- _The task_
Your task is to repeat exactly the lines below between the line holding "in this table." and the line holding "for e in self.entries()", inclusive, and only those.

+++ Material provided

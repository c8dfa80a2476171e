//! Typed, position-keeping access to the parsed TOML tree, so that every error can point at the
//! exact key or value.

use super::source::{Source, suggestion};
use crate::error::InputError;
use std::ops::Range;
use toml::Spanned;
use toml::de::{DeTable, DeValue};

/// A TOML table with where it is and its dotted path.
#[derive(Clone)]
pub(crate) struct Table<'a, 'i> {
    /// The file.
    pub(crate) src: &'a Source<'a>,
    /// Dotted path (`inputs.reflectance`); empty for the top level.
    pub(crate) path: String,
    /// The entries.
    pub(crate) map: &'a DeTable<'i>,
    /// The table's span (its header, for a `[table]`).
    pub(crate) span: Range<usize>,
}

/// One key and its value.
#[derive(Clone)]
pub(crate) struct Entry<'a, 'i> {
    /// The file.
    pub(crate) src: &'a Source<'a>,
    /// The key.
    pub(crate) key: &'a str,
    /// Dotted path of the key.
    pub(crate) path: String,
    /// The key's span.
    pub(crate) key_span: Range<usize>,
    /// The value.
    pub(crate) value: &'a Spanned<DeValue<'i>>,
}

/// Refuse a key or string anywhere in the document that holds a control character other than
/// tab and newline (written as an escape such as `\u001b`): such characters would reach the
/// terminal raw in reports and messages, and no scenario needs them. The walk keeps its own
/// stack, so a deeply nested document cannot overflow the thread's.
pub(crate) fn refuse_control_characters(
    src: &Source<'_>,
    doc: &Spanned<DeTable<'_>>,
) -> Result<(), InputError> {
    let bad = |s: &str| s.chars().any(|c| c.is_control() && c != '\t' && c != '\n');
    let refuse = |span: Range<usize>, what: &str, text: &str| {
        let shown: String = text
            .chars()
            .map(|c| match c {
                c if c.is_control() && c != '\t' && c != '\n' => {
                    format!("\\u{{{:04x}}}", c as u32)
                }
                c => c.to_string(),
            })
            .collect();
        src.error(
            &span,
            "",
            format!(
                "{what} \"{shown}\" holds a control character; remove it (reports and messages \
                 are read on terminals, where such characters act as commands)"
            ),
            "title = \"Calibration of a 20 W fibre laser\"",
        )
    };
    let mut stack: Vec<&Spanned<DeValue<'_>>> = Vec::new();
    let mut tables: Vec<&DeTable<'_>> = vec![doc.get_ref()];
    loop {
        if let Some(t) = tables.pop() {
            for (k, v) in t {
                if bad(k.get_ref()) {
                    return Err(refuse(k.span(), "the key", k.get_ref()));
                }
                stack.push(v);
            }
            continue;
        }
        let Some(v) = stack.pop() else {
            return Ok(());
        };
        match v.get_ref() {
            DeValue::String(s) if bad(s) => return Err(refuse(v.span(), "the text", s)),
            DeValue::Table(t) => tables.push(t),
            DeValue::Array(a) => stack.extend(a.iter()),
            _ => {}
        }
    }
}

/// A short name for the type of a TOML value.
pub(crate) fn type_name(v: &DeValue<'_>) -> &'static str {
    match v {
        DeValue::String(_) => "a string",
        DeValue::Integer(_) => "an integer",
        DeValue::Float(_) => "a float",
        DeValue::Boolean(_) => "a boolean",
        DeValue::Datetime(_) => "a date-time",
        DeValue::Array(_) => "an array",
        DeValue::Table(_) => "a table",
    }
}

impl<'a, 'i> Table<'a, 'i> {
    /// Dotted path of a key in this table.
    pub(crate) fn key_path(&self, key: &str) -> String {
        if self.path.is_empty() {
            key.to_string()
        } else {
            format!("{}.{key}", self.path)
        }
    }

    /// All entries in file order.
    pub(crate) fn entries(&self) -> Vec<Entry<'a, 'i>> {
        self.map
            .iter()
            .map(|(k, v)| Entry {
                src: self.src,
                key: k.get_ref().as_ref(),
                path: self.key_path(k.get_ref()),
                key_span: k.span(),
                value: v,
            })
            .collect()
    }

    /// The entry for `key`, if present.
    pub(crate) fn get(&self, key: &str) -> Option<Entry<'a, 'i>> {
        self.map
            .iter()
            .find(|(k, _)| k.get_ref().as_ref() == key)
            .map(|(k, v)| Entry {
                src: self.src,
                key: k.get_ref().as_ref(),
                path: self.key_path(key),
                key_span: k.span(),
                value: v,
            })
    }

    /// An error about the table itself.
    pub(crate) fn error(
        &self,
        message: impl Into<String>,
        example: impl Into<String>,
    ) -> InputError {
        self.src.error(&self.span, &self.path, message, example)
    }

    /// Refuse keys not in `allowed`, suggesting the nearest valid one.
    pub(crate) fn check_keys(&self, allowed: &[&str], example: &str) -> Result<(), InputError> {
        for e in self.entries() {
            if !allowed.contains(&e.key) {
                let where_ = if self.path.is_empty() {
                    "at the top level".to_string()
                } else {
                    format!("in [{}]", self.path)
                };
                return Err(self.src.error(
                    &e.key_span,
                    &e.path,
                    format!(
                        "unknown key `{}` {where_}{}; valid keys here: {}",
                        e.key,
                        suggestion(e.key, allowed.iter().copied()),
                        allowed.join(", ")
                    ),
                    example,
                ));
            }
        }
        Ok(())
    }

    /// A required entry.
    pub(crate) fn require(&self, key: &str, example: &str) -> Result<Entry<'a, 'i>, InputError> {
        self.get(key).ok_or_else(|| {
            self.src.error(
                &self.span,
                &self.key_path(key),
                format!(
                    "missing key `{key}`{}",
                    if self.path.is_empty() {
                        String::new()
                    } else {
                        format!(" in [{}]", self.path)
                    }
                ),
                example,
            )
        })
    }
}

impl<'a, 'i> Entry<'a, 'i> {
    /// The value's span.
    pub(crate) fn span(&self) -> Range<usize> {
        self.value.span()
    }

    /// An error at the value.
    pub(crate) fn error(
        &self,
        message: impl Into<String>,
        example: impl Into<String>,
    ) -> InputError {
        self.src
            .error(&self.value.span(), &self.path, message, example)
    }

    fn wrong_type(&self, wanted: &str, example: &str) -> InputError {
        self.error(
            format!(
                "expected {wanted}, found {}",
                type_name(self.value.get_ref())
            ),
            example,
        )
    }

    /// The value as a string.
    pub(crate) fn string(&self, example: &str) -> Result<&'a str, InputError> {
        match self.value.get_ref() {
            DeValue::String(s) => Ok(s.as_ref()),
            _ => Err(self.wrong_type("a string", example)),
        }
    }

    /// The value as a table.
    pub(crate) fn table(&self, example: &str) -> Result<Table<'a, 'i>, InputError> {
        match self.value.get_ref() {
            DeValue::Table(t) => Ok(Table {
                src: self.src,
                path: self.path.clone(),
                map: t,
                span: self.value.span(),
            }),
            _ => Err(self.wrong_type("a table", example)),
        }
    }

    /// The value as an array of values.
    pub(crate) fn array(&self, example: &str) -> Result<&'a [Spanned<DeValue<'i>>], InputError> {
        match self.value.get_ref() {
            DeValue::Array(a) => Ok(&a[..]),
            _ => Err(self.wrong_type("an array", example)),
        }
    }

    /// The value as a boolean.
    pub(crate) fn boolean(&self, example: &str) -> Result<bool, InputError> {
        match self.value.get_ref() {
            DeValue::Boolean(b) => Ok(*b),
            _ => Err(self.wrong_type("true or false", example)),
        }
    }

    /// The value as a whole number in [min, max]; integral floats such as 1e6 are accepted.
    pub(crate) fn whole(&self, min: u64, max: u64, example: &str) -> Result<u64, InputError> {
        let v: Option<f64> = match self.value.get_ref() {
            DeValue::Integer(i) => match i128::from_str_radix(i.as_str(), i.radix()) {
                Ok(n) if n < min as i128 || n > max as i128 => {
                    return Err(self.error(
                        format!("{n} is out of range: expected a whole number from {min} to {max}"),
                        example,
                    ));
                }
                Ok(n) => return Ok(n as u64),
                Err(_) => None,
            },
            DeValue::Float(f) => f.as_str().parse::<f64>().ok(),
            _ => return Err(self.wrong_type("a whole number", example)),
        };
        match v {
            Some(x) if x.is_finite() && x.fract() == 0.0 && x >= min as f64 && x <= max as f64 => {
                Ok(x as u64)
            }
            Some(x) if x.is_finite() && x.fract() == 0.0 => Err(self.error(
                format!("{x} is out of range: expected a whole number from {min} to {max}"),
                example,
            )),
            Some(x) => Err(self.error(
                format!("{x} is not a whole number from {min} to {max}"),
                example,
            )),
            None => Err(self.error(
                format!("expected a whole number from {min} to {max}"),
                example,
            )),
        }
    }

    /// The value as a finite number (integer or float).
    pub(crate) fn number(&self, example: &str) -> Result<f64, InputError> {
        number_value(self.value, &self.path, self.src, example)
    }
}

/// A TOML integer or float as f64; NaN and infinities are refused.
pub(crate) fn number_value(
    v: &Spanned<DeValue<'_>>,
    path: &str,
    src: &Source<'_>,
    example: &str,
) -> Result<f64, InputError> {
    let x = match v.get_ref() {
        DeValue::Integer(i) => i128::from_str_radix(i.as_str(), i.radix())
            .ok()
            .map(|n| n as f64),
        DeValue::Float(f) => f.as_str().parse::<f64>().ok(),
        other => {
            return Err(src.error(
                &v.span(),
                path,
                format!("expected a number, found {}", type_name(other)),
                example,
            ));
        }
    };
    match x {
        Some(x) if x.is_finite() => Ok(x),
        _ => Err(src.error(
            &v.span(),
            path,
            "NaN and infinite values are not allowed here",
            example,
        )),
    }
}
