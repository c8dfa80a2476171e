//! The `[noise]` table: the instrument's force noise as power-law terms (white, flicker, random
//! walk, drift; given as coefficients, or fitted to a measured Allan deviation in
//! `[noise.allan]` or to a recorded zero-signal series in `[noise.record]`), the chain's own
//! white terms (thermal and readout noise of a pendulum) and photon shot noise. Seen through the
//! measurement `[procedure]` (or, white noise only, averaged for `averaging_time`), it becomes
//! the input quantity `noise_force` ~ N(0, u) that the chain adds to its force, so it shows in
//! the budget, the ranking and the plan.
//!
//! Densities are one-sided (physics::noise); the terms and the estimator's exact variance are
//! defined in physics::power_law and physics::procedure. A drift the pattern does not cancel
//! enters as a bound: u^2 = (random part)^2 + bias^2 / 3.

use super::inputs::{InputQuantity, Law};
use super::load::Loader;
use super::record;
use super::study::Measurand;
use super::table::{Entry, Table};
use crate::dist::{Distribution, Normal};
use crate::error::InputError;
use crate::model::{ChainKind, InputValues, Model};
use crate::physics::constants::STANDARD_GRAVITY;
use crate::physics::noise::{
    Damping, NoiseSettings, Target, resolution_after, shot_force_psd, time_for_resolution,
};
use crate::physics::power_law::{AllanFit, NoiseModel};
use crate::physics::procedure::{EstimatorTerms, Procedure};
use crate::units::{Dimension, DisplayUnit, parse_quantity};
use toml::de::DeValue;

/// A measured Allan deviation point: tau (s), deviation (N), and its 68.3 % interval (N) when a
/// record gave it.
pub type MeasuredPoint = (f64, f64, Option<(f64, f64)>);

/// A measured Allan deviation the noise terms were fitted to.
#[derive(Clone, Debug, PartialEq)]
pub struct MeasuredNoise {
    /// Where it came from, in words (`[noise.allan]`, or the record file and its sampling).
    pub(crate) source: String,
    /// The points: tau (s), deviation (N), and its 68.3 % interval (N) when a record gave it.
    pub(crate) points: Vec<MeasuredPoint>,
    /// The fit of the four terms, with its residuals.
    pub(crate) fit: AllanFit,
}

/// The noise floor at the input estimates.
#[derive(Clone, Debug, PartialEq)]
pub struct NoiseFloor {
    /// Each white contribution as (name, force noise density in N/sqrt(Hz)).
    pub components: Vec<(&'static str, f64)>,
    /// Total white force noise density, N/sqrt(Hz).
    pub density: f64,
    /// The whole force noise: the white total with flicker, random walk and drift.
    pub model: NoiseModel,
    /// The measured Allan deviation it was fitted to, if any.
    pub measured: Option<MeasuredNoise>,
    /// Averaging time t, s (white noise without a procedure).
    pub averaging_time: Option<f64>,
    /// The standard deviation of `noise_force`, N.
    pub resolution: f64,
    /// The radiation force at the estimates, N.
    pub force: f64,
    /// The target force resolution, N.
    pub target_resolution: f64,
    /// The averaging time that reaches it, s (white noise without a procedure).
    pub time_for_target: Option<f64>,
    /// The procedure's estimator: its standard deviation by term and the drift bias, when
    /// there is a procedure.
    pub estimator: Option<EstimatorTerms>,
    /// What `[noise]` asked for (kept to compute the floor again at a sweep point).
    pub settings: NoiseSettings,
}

++++++
+++ Material provided

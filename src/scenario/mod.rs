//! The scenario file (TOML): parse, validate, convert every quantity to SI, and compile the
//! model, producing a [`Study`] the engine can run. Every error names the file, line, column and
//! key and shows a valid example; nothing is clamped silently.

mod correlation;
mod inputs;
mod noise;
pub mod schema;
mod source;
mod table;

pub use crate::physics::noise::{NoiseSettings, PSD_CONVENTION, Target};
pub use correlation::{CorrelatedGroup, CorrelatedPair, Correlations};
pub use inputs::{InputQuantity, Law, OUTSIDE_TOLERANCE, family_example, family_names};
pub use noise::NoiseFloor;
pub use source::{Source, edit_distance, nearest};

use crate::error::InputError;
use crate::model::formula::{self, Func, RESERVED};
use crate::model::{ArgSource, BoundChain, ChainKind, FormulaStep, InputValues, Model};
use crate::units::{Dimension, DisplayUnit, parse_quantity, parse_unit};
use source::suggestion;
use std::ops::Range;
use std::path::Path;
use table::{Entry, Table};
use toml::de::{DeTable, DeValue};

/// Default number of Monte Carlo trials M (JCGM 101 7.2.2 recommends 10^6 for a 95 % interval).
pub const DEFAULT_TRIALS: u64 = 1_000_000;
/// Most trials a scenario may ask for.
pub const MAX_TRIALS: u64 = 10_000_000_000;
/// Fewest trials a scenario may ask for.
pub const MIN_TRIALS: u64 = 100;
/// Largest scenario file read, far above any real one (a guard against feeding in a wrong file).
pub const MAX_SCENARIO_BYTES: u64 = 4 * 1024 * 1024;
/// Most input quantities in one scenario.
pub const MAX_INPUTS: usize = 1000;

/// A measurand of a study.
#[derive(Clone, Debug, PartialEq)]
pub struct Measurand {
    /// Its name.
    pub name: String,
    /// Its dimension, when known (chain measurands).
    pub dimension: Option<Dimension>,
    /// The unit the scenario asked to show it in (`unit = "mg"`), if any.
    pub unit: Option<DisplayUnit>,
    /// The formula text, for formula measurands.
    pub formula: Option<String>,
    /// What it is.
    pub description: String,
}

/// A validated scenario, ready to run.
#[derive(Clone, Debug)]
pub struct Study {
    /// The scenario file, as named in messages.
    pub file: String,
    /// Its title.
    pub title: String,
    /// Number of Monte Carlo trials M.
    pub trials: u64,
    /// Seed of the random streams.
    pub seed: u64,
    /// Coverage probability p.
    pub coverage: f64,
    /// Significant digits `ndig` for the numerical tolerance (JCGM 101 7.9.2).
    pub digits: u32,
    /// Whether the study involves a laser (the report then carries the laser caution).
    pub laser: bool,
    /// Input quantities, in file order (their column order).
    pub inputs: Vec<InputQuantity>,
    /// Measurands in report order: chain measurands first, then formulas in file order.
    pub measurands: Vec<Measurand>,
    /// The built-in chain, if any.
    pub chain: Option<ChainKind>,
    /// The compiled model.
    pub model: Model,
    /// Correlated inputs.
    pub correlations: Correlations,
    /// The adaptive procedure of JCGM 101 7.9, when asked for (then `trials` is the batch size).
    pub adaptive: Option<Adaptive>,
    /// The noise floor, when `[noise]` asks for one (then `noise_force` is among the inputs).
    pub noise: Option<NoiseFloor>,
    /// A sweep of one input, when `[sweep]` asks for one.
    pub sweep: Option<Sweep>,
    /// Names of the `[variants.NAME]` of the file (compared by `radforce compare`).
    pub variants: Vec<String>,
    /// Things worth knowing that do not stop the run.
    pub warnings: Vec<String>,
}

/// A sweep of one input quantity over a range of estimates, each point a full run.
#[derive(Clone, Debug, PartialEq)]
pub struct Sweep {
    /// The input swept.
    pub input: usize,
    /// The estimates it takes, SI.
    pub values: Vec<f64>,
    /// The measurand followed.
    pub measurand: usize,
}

++++++

- _Written answer_
    /// Dotted path of a key in this table.
    pub(crate) fn key_path(&self, key: &str) -> String {
        if self.path.is_empty() {
            key.to_string()
        } else {
            format!("{}.{key}", self.path)
        }
    }

    /// All entries in file order.
    pub(crate) fn entries(&self) -> Vec<Entry<'a, 'i>> {
        self.map
            .iter()
            .map(|(k, v)| Entry {
                src: self.src,
                key: k.get_ref().as_ref(),
                path: self.key_path(k.get_ref()),
                key_span: k.span(),
                value: v,
            })
            .collect()
    }

    /// The entry for `key`, if present.
    pub(crate) fn get(&self, key: &str) -> Option<Entry<'a, 'i>> {
        self.map
            .iter()
            .find(|(k, _)| k.get_ref().as_ref() == key)
            .map(|(k, v)| Entry {
                src: self.src,
                key: k.get_ref().as_ref(),
                path: self.key_path(key),
                key_span: k.span(),
                value: v,
            })
    }

    /// An error about the table itself.
    pub(crate) fn error(
        &self,
        message: impl Into<String>,
        example: impl Into<String>,
    ) -> InputError {
        self.src.error(&self.span, &self.path, message, example)
    }

    /// Refuse keys not in `allowed`, suggesting the nearest valid one.
    pub(crate) fn check_keys(&self, allowed: &[&str], example: &str) -> Result<(), InputError> {
        for e in self.entries() {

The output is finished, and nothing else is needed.